Collected data:
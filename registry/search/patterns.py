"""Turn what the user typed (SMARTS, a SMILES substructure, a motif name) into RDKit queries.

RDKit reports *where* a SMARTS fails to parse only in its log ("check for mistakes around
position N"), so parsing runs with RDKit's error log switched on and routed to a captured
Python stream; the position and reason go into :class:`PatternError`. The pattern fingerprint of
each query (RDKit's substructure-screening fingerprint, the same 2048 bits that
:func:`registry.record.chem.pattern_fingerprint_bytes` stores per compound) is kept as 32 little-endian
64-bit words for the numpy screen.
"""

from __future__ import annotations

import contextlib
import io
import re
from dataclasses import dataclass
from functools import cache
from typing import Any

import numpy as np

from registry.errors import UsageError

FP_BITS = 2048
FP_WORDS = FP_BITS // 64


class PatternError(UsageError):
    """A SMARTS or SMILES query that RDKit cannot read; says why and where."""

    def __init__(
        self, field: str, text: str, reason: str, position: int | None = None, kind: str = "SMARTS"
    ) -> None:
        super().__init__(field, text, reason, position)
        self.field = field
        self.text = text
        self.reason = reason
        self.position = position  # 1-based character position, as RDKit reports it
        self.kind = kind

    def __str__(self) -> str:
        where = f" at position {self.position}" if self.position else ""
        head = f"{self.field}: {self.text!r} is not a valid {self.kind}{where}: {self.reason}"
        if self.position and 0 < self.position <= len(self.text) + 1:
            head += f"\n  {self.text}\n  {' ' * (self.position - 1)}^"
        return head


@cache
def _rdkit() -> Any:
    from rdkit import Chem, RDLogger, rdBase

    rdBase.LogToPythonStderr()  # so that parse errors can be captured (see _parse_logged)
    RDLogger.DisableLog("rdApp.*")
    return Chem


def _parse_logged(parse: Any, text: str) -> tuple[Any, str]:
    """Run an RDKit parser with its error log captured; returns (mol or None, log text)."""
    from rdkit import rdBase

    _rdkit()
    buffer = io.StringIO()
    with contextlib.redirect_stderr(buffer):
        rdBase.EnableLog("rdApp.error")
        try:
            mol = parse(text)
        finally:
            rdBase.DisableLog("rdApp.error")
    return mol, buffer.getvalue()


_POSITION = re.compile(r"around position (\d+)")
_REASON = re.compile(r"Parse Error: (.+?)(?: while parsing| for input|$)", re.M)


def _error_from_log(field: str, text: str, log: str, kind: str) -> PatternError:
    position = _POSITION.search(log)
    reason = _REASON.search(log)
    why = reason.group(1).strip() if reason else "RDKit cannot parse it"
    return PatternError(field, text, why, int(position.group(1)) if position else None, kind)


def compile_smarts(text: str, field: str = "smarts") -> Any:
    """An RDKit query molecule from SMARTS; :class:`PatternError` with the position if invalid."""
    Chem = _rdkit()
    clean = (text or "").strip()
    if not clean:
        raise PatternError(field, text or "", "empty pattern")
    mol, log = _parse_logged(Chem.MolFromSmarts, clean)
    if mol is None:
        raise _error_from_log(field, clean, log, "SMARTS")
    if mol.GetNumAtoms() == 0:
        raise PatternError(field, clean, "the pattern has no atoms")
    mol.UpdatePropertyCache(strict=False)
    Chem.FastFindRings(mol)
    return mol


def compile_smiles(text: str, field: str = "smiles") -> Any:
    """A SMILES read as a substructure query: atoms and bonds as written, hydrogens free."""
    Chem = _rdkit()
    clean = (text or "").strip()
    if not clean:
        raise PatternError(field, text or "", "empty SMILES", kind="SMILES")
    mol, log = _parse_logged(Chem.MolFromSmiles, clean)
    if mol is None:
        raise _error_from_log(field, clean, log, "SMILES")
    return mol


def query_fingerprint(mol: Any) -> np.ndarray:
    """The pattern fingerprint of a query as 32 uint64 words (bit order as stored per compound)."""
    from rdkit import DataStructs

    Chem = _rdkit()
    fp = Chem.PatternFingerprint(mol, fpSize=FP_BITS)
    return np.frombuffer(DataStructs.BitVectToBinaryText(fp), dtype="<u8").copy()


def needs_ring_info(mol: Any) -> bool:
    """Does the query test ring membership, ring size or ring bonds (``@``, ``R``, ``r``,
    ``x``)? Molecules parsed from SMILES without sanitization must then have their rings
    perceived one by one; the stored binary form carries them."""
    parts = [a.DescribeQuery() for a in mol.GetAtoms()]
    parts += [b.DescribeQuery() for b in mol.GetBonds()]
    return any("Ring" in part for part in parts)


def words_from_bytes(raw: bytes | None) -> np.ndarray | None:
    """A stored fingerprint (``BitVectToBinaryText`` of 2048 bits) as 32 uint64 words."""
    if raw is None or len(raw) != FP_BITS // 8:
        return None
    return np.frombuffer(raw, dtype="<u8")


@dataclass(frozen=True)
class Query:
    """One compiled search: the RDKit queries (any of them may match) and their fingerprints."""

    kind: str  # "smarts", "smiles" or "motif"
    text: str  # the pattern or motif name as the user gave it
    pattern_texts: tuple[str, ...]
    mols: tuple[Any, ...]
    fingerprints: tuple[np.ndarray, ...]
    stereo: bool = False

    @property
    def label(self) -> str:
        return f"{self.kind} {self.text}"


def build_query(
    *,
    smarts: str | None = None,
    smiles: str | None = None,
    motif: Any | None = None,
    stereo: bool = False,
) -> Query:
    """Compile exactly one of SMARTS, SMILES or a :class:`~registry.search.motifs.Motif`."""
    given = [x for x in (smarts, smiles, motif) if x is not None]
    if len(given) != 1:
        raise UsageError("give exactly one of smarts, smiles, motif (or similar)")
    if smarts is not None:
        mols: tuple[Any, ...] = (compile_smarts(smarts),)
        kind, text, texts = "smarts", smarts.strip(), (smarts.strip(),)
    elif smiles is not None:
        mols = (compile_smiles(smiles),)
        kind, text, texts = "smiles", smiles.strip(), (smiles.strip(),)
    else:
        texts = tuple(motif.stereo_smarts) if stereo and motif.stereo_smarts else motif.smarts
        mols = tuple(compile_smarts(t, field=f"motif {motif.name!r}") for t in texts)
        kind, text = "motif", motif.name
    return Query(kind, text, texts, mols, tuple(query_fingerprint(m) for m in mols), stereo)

What is needed:
The lines you need are those with the word "where"; list them from the entries.

Answer:
RDKit reports *where* a SMARTS fails to parse only in its log ("check for mistakes around
    """A SMARTS or SMILES query that RDKit cannot read; says why and where."""
        where = f" at position {self.position}" if self.position else ""
        head = f"{self.field}: {self.text!r} is not a valid {self.kind}{where}: {self.reason}"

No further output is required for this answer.